A tutorial notebook is available in the source code at examples/tutorial.ipynb. The full documentation is available at ReadTheDocs. You can also build it manually with Sphinx. To do so, navigate to the high5py root directory (the one containing setup.py). Then run

sphinx-build docs docs/_build

You can then open docs/_build/index.html in a web browser.

Licensing

high5py is published under the BSD 3-clause license. The license file is available here.

API

high5py.append_attributes(filepath, attributes, name='data')[source]

Append HDF5 group/dataset attributes (never overwrites existing attributes).

Parameters

filepath (str) – Path to HDF5 file.
attributes (dict) – Attributes to append.
name (str, optional) – HDF5 group/dataset name (e.g., /group/dataset). Defaults to ‘data’.

high5py.append_dataset(filepath, data, name='data', description=None, compression_level=None)[source]

Append dataset to HDF5 file (never overwrites file).

Parameters

filepath (str) – Path to HDF5 file.
data (array-like, scalar, or str) – Data to save.
name (str, optional) – HDF5 dataset name (e.g., /group/dataset). Defaults to ‘data’.
description (str, optional) – String describing dataset. Description is saved as an HDF5 attribute of the dataset. Defaults to None, for which no description is saved.
compression_level (int or None, optional) – Integer from 0 to 9 specifying compression level for gzip filter, which is available on all h5py installations and offers good compression with moderate speed. Defaults to None, for which no compression/filter is applied.
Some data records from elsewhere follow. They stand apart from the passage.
/** The report page: self-contained HTML with inline SVG and CSS. Pure: input → { html, figures }. */
import { bifacialPitchFigure, bifacialTiltFigure } from "./bifacialFigures.js";
import { html, escapeText } from "./escape.js";
import {
  convergenceFigure,
  iamFigure,
  monthlyFigure,
  optimumFigures,
  spectralCorrectionFigure,
  parameterSweepFigure,
  tiltFigure,
  yieldLabel,
  type Figure,
} from "./figures.js";
import type { BenefitRow, BifacialRow, OptimumEntry, ReportInput, StackEntry } from "./inputs.js";
import { ledgerFigure, responseMapFigure, spectralStripsFigure } from "./stackFigures.js";
import { escapeAngleFigure, generationFigure, passesFigure } from "./trappingFigures.js";
import { REPORT_CSS } from "./style.js";

export interface RenderedReport {
  html: string;
  figures: Figure[];
}

/** At most this many stacks get their own spectral plot and map (a sweep can have hundreds). */
export const MAX_STACK_SECTIONS = 12;

/** Above this share of the photocurrent left at the bounce limit, the breakdown carries a warning. */
export const UNRESOLVED_WARN_FRACTION = 0.01;

function fmt(v: number | undefined, digits = 2): string {
  return v === undefined || !Number.isFinite(v) ? "–" : v.toFixed(digits);
}

/** Charges: whole A·h/m² once they are large, one decimal below 1000. */
function fmtCharge(v: number | undefined): string {
  return fmt(v, v !== undefined && Math.abs(v) >= 1000 ? 0 : 1);
}

function figureHtml(f: Figure): string {
  const width = /^<svg[^>]* width="(\d+(?:\.\d+)?)"/.exec(f.svg)?.[1] ?? "720";
  return `<figure data-figure="${escapeText(f.id)}" style="width:${width}px">${f.svg}<figcaption>${html`${f.title} — `}<a href="${escapeText(f.id)}.svg">${escapeText(f.id)}.svg</a></figcaption></figure>`;
}

function note(text: string): string {
  return html`<p class="note">${text}</p>`;
}

/** A warning when much of the light was still travelling at the event limit (absorber current a lower bound). */
function unresolvedNote(stack: StackEntry, angleDeg: number): string {
  const at = stack.photocurrent?.perAngle.find((a) => Math.abs(a.thetaDeg - angleDeg) < 1e-6);
  const unresolved = at?.losses.find((l) => l.channel === "unresolved");
  if (!at || !unresolved) return "";
  const total = at.absorberMaCm2 + at.losses.reduce((s, l) => s + l.currentMaCm2, 0);
  if (!(total > 0 && unresolved.currentMaCm2 / total > UNRESOLVED_WARN_FRACTION)) return "";
  return note(`${fmt((100 * unresolved.currentMaCm2) / total, 1)} % of the incident photocurrent was still travelling when rays reached the per-ray event limit (channel "unresolved"): that light is neither absorbed nor lost, so the absorber current is a lower bound.`);
}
high5py.delete(filepath, name)[source]

Delete group/dataset in HDF5 file.

Parameters

filepath (str) – Path to HDF5 file.
name (str) – HDF5 name (e.g., /group/old_dataset).

high5py.exists(filepath, name)[source]

Determine if group/dataset name exists in HDF5 file.

Parameters

filepath (str) – Path to HDF5 file.
name (str) – HDF5 group/dataset name (e.g., /group/dataset).

Returns

exists (bool) – Boolean describing if path exists in HDF5 file.

high5py.from_npz(npz_filepath, h5_filepath)[source]

Load data from an NPZ (compressed numpy archive) file and save to HDF5. NPZ array names are preserved.

Parameters

npz_filepath (str) – Path to NPZ file.
h5_filepath (str) – Path to HDF5 file.

high5py.info(filepath, name='/', return_info=False)[source]

Print and return information about HDF5 file/group/dataset.

Parameters

filepath (str) – Path to HDF5 file.
name (str, optional) – HDF5 group/dataset name (e.g., /group/dataset). Defaults to root group (‘/’).
return_info (bool, optional) – If True, return a dictionary of results. Defaults to False.

Returns

info (dict, optional) – Dictionary of key, value pairs describing specified file/group/dataset. Only provided if return_info is True.

high5py.list_all(filepath, name='/', return_info=False)[source]

List all groups and datasets in HDF5 file or group.

Parameters

filepath (str) – Path to HDF5 file.
name (str, optional) – HDF5 group name (e.g., /group). Defaults to root group (‘/’).
return_into (bool, optional) – If True, return a dictionary of results. Defaults to False.

Returns

info (dict, optional) – Dictionary of key, value pairs describing specified file/group. Only provided if return_info is True.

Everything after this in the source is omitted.